Gotta love the Union.........

Way to show unwavering support eh? The AP reports that Gerald McEntee is worried about the impact of Dean's ailing campaign on the union. So he's withdrawing the AFSCME endorsement.
 
AFSCME spokeswoman Roberta Heine said _"they discussed the future of the campaign and they reaffirmed their commitment to beating George Bush."_

Who the F*ck is they? probably not the rank and file. My phone never rang and I got no e-mail lately. Maybe they should write-in Gore for another chance, the lame fools!
:lol:


----------



## Irish Wampanoag (Apr 6, 2003)

mpd61 said:


> Gotta love the Union.........
> 
> Way to show unwavering support eh? The AP reports that Gerald McEntee is worried about the impact of Dean's ailing campaign on the union. So he's withdrawing the AFSCME endorsement.
> 
> ...


MPD61,
Does this surprise you about AFSCME. They are about as loyal as Siegfried and Roy's white tigar.
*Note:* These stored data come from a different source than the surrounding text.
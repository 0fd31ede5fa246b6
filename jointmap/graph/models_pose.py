"""Relative poses, absolute positions and tilt, with exact derivatives.

Relative pose, between the frames ``A`` of body ``X`` and ``B`` of body ``Y`` with observation ``Z``:

    T = Z^-1 (X A)^-1 (Y B),   r = log T,
    dr/dY = Jr^-1(r) Ad(B^-1),   dr/dX = -Jr^-1(r) Ad((Y B)^-1 X),

by ``(Y exp(d)) B = (Y B) exp(Ad(B^-1) d)`` and ``log(T exp(e)) = r + Jr^-1(r) e`` (Sola, Deray &
Atchuthan 2018, arXiv:1812.01537, eq. 32 and 69).
"""

from __future__ import annotations

from dataclasses import dataclass

import numpy as np
from numpy.typing import NDArray

from jointmap.frames import Group
from jointmap.graph.models_point import at_lever

Floats = NDArray[np.float64]


@dataclass(frozen=True)
class Linearised:
    """Residual (n, m) of measurements and its derivatives by what they tie, nothing whitened.

    ``jac_a`` (n, m, dof) by the tangent of the pose that measures, ``jac_b`` (n, m, d_b) by the
    other end: ``dof`` for poses, ``dim`` for points. ``None``: no such end, or not asked for.
    """

    residual: Floats
    jac_a: Floats | None = None
    jac_b: Floats | None = None


def relative_pose(
    group: Group,
    obs: Floats,
    pose_a: Floats,
    frame_a: Floats,
    pose_b: Floats,
    frame_b: Floats,
    *,
    jacobians: bool = True,
) -> Linearised:
    """Residual ``log(obs^-1 predicted)`` of relative poses, body tangent of the predicted frame.

    Parameters
    ----------
    obs : (n, *group.shape)
        Frame b in frame a, as observed.
    pose_a, pose_b : (n, *group.shape)
        Bodies in the map.
    frame_a, frame_b : (n or 1, *group.shape)
        Frames in their bodies (identity for odometry).
    """
    end = group.compose(pose_b, frame_b)
    predicted = group.between(group.compose(pose_a, frame_a), end)
    residual = group.log(group.between(obs, predicted))
    if not jacobians:
        return Linearised(residual)
    by_end = group.right_jacobian_inverse(residual)
    jac_a = -by_end @ group.adjoint(group.between(end, pose_a))
    jac_b = by_end @ group.adjoint(group.inverse(frame_b))
    return Linearised(residual, jac_a, jac_b)


def absolute_position(group: Group, pose: Floats, frame_a: Floats) -> tuple[Floats, Floats]:
    """Position (n, dim) of an antenna, the translation of ``frame_a``, and d / d pose."""
    lever = group.translation(frame_a)
    return group.transform(pose, lever), at_lever(group.rotation(pose), lever)


def control_position(point: Floats) -> tuple[Floats, Floats]:
    """Position (n, dim) of a landmark and its derivative (n, dim, dim) by itself."""
    dim = point.shape[1]
    return point, np.broadcast_to(np.eye(dim), (len(point), dim, dim))


def carried_point(group: Group, rotation: Floats) -> Floats:
    """Derivative (n, dim, dof) of the position of a pose by its own tangent."""
    return at_lever(rotation, np.zeros((1, group.dim)))


def gravity_tilt(group: Group, pose: Floats, obs: Floats, *, jacobians: bool = True) -> Linearised:
    """Tilt of a body against the roll and pitch that its odometry keeps true.

    Parameters
    ----------
    pose, obs : (n, 3, 4)
        Body in the map and in its odometry frame, both with z up; the yaw of either is free.

    Returns
    -------
    Linearised
        Residual (n, 2): rotation about the horizontal axes of the odometry frame that takes the
        observed attitude to the predicted one, in radians for small angles, of length
        ``2 sin(angle / 2)`` in general (monotonic up to a body on its head, where the sine alone
        would call the attitude perfect). ``jac_a`` (n, 2, 6).

    Notes
    -----
    With ``u = R^T e_z`` (up, in the body, predicted) and ``v = R_obs u``, ``v = e_z`` without an
    error. Only the up direction enters, as in an attitude factor; the rows are laid in the
    odometry frame so that no turn of the map changes them.
    """
    turn, observed = group.rotation(pose), group.rotation(obs)
    up = turn[:, 2, :]
    v = np.einsum("nij,nj->ni", observed, up)
    flat = np.stack([v[:, 1], -v[:, 0]], axis=1)
    below = np.maximum(1.0 + v[:, 2], 1e-12)
    stretch = np.sqrt(2.0 / below)
    residual = stretch[:, None] * flat
    residual[below <= 1e-12] = [2.0, 0.0]
    if not jacobians:
        return Linearised(residual)
    # up moves by up x w, hence v by R_obs skew(up) w = -rows of at_lever's rotation part.
    dv = -at_lever(observed, up)[:, :, :3]
    by_flat = np.stack([dv[:, 1], -dv[:, 0]], axis=1)
    d_stretch = (-0.5 * stretch / below)[:, None] * dv[:, 2]
    jac = np.zeros((len(residual), 2, group.dof))
    jac[:, :, :3] = stretch[:, None, None] * by_flat + flat[:, :, None] * d_stretch[:, None, :]
    return Linearised(residual, jac)
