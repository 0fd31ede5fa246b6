"""Odometry rows as intervals of constant body twist, in either form of log.

In twist form a row holds until the next one (the last for one median period), in pose form the
motion between two rows follows the geodesic. Before the first and after the last interval the body
is held where it is.
"""

from __future__ import annotations

from dataclasses import dataclass
from functools import cached_property

import numpy as np
from numpy.typing import NDArray

from jointmap import frames
from jointmap.errors import SurveyError
from jointmap.graph import steps
from jointmap.ingest.survey import Odometry

Floats = NDArray[np.float64]

#: Quantile of a robot's own speed that stands for what it may do while no rows come.
SPEED_QUANTILE = 0.99
#: A gap is an interval longer than both.
GAP_PERIODS, GAP_SECONDS = 10.0, 0.5
#: Rows that quantiles look at; more add nothing but time.
_SAMPLE = 500_000
#: Tangent of a planar pose (x, y, yaw) within the spatial one (rotation first).
PLANAR = (3, 4, 2)


@dataclass(frozen=True)
class Cumulative:
    """Odometry as intervals of constant body twist.

    Parameters
    ----------
    dimension : int
    edges : (M+1,) seconds, not decreasing
    tangents : (M, dof)
        Motion over each whole interval, body tangent at its start, scale factors applied.
    rows : (N, 3 or 7) or None
        Table rows of pose form that are the poses at the edges (scale factors 1).
    start : (3 or 7,)
        Table row of the pose at the first edge.
    period_s : float
        Median time between rows.
    """

    dimension: int
    edges: Floats
    tangents: Floats
    rows: Floats | None
    start: Floats
    period_s: float

    @cached_property
    def poses(self) -> Floats:
        """Table rows ``x y z qx qy qz qw`` (M+1, 7) of the poses at the edges."""
        out = np.zeros((len(self.edges), 7))
        rows = self.start[None] if self.rows is None else self.rows
        full = np.zeros((len(rows), 7))
        if self.dimension == 2:
            full[:, :2], half = rows[:, :2], 0.5 * rows[:, 2]
            full[:, 5], full[:, 6] = np.sin(half), np.cos(half)
        else:
            full[:] = rows
        if self.rows is not None:
            return full
        steps.chain(self.tangents, full[0], out)
        return out

    def at(self, t_query: Floats) -> Floats:
        """Poses (Q, *shape) in the odometry frame at stamps (Q,) in any order, clamped."""
        t = np.asarray(t_query, dtype=np.float64)
        last = len(self.edges) - 1
        edge = np.clip(np.searchsorted(self.edges, t, side="right") - 1, 0, last)
        length = self.edges[np.minimum(edge + 1, last)] - self.edges[edge]
        share = np.clip((t - self.edges[edge]) / np.where(length > 0, length, np.inf), 0.0, 1.0)
        out = np.empty((len(t), 7))
        steps.follow(self.poses, self.tangents, edge, share, out)
        return from_seven(out, self.dimension)

    def twist(self, t_query: Floats) -> Floats:
        """Body twists (Q, dof) per second at stamps (Q,); zero outside the span."""
        t = np.asarray(t_query, dtype=np.float64)
        out = np.zeros((len(t), self.tangents.shape[1]))
        edge = np.searchsorted(self.edges, t, side="right") - 1
        inside = (edge >= 0) & (edge < len(self.tangents))
        e = edge[inside]
        out[inside] = self.tangents[e] / (self.edges[e + 1] - self.edges[e])[:, None]
        return out


@dataclass(frozen=True)
class Gaps:
    """Where rows are missing: ``hole`` (M,) length of gaps, else 0; ``speed2`` (2,) squared."""

    hole: Floats
    speed2: Floats


def from_seven(rows: Floats, dimension: int) -> Floats:
    """Poses (Q, *shape) of rows ``x y z qx qy qz qw`` (planar ones turn about z only)."""
    if dimension == 3:
        return frames.SE3.from_rows(rows)
    out = rows[:, :3].copy()
    out[:, 2] = frames.wrap(2.0 * np.arctan2(rows[:, 5], rows[:, 6]))
    return out


def cumulative(
    odometry: Odometry,
    t_rows: Floats,
    dimension: int,
    translation_scale: float = 1.0,
    rotation_scale: float = 1.0,
) -> Cumulative:
    """Prepare a robot's odometry for any number of queries.

    Parameters
    ----------
    odometry : Odometry
    t_rows : (N,) seconds
        Survey time of the motion that each row describes (clock and lag applied), increasing.
    dimension : int
        2 or 3.
    translation_scale, rotation_scale : float
        Factors on the tangent of each increment (pose form) or on the twist.

    Raises
    ------
    SurveyError
        No rows, or stamps that go back.
    """
    t = np.asarray(t_rows, dtype=np.float64)
    if len(t) == 0:
        raise SurveyError("odometry has no rows (mend: remove the robot or give its odometry)")
    step = np.diff(t)
    if not np.all(step >= 0.0):
        raise SurveyError("odometry stamps go back (mend: sort the rows by time)")
    period = float(np.median(step)) if len(step) else 0.0
    dof = frames.group(dimension).dof
    scale = np.full(dof, float(translation_scale))
    scale[2 if dimension == 2 else slice(0, 3)] = rotation_scale
    rows, start = None, np.array([0.0, 0.0, 0.0, 0.0, 0.0, 0.0, 1.0])
    if odometry.pose is not None:
        rows = np.ascontiguousarray(odometry.pose, dtype=np.float64)
        edges, tangents, start = t, np.empty((len(t) - 1, dof)), rows[0]
        steps.between_rows(rows, tangents)
        unit = translation_scale == 1.0 and rotation_scale == 1.0
        rows = rows if unit else None
    else:
        assert odometry.twist is not None
        edges = np.append(t, t[-1] + period)
        twist = np.asarray(odometry.twist, dtype=np.float64)
        if dimension == 2:
            # a robot that logs no sideways speed has none
            tangents, start = (
                np.where([[False, True, False]] & np.isnan(twist), 0.0, twist),
                np.zeros(3),
            )
        else:
            tangents = twist[:, [3, 4, 5, 0, 1, 2]]
        tangents = tangents * np.diff(edges)[:, None]
    # the compiled loops want rows in sequence; a copy per query would cost the square of the length
    tangents = np.ascontiguousarray(tangents * scale)
    return Cumulative(dimension, edges, tangents, rows, start, period)


def find_gaps(made: Cumulative, max_gap_s: float | None = None) -> Gaps:
    """Gaps longer than ``max_gap_s`` (default: 0.5 s and ten median periods), and the speeds."""
    limit = max(GAP_SECONDS, GAP_PERIODS * made.period_s) if max_gap_s is None else max_gap_s
    length = np.diff(made.edges)
    hole = np.where(length > limit, length, 0.0)
    usable = np.flatnonzero((length > 0.0) & (hole == 0.0))
    usable = usable[:: max(1, len(usable) // _SAMPLE)]
    moves, turns = ([0, 1], [2]) if made.dimension == 2 else ([3, 4, 5], [0, 1, 2])
    speed2 = np.zeros(2)
    for side, columns in enumerate((moves, turns)):
        rate = np.linalg.norm(made.tangents[usable][:, columns], axis=1) / length[usable]
        rate = rate[rate > 0.0]
        speed2[side] = np.quantile(rate, SPEED_QUANTILE) ** 2 if len(rate) else 0.0
    return Gaps(hole, speed2)
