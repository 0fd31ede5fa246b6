"""What a singular system leaves undetermined: by name, and the ties that fail to hold it.

The null space of the information matrix is found by inverse iteration, since the variable at which
an elimination stops may be a neighbour of the one that is loose. A loose stretch of a trajectory
moves as a whole against the rest: the rows between the two do not place it (one bearing to one
landmark, ranges between two robots that met once). Without them it is a component of its own.
"""

from __future__ import annotations

from dataclasses import dataclass

import numpy as np
from numpy.typing import NDArray

from jointmap.graph.problem import Problem, State
from jointmap.solve.layout import Layout
from jointmap.solve.system import System, linearise_system
from jointmap.trust.elimination import loose_keys

Ints = NDArray[np.int64]
Bools = NDArray[np.bool_]

#: Share of the largest movement at which a variable counts as moving: a turn of one radian about a
#: point a kilometre away, squared.
MOVES = 1e-6
#: Names listed at most.
_MOST = 3


@dataclass(frozen=True)
class Loose:
    """The loose variables of a system.

    ``words`` names them; ``links`` (k,) are tracks, ``rows`` per block of the problem (n,) bool the
    measurements, that tie them to the rest without placing them.
    """

    words: str
    links: Ints
    rows: tuple[Bools, ...]

    @property
    def cuttable(self) -> bool:
        """Whether there is a tie to cut."""
        return bool(len(self.links)) or any(rows.any() for rows in self.rows)


def find_loose(system: System, state: State) -> Loose:
    """The loose variables of a system that an elimination refused, and their ties."""
    graph = linearise_system(system, state).graph.graph
    layout = system.layout
    keys = loose_keys(graph, layout.dims, count=layout.n, least=MOVES)
    words = _words(system.problem, layout, keys)
    loose = np.zeros(layout.n, dtype=bool)
    loose[keys] = True
    poses = loose.copy()
    poses[layout.n_keyframes :] = False
    if not poses.any():
        return Loose(words, np.zeros(0, dtype=np.int64), _sightings_of(system, loose))
    _own_landmarks(system, poses)
    key = layout.key_of_landmark
    links = system.links
    cut = poses[key[links.own]] != poses[key[links.shared]]
    rows = [np.zeros(block.n, dtype=bool) for block in system.problem.blocks]
    for part in system.parts:
        if part.block.kind in ("sighting", "encounter", "closure"):
            rows[part.at][part.index] = poses[part.key_a] != poses[part.key_b]
    return Loose(words, links.track[cut], tuple(rows))


def _sightings_of(system: System, loose: Bools) -> tuple[Bools, ...]:
    """Rows (per block) of landmarks that their own sightings do not place."""
    rows = [np.zeros(block.n, dtype=bool) for block in system.problem.blocks]
    for part in system.parts:
        if part.block.kind == "sighting":
            rows[part.at][part.index] = loose[part.key_b]
    return tuple(rows)


def _own_landmarks(system: System, loose: Bools) -> None:
    """Add landmarks that loose keyframes alone hold to the loose variables, in place."""
    seen, elsewhere = np.zeros(len(loose), dtype=bool), np.zeros(len(loose), dtype=bool)
    for part in system.parts:
        if part.block.kind == "sighting":
            seen[part.key_b] = True
            elsewhere[part.key_b[~loose[part.key_a]]] = True
    key = system.layout.key_of_landmark
    own, shared = key[system.links.own], key[system.links.shared]
    loose |= seen & ~elsewhere
    kept = np.zeros(len(loose), dtype=bool)
    kept[shared[~loose[own]]] = True
    held = np.zeros(len(loose), dtype=bool)
    held[shared[loose[own]]] = True
    loose |= held & ~kept


def _words(problem: Problem, layout: Layout, keys: Ints) -> str:
    """Names of variables: stretches of robots with their survey time, then landmarks."""
    frames, k = problem.keyframes, layout.n_keyframes
    out = []
    for robot, name in enumerate(problem.robots):
        mine = np.sort(keys[(keys < k)][frames.robot[keys[keys < k]] == robot])
        for run in np.split(mine, np.flatnonzero(np.diff(mine) > 1) + 1):
            if len(run) == 1:
                out.append(f"the pose of {name} at {frames.t_s[run[0]]:.3f} s")
            elif len(run):
                first, last = frames.t_s[run[0]], frames.t_s[run[-1]]
                out.append(f"{len(run)} poses of {name} from {first:.3f} to {last:.3f} s")
    if not out:
        out += [_landmark(problem, layout, int(key)) for key in keys[keys >= k]]
    listed = out[:_MOST] + ([f"{len(out) - _MOST} more"] if len(out) > _MOST else [])
    return ", ".join(listed)


def _landmark(problem: Problem, layout: Layout, key: int) -> str:
    at = key - layout.n_keyframes
    if at >= len(layout.landmark_of_key):
        return "a calibration value"
    landmark = int(layout.landmark_of_key[at])
    shared = len(problem.tracks.landmarks)
    if landmark < shared:
        return f"landmark {problem.tracks.landmarks[landmark]}"
    track = landmark - shared
    robot = problem.robots[problem.tracks.robot[track]]
    return f"landmark {problem.tracks.labels[track]} of {robot}"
The union should keep their mouth shut until there is a clear front runner. :sb:


----------



## MVS (Jul 2, 2003)

Great, A union with no balls.... They can't even stand behind their political endorsement because he "might" lose.

Hope they back their members better than that... "Well Joe, we tha' Union do agree with yous guys, but since it doesn't look like you'll win tha' case on a new contract, we have to withdraw our assistance."


----------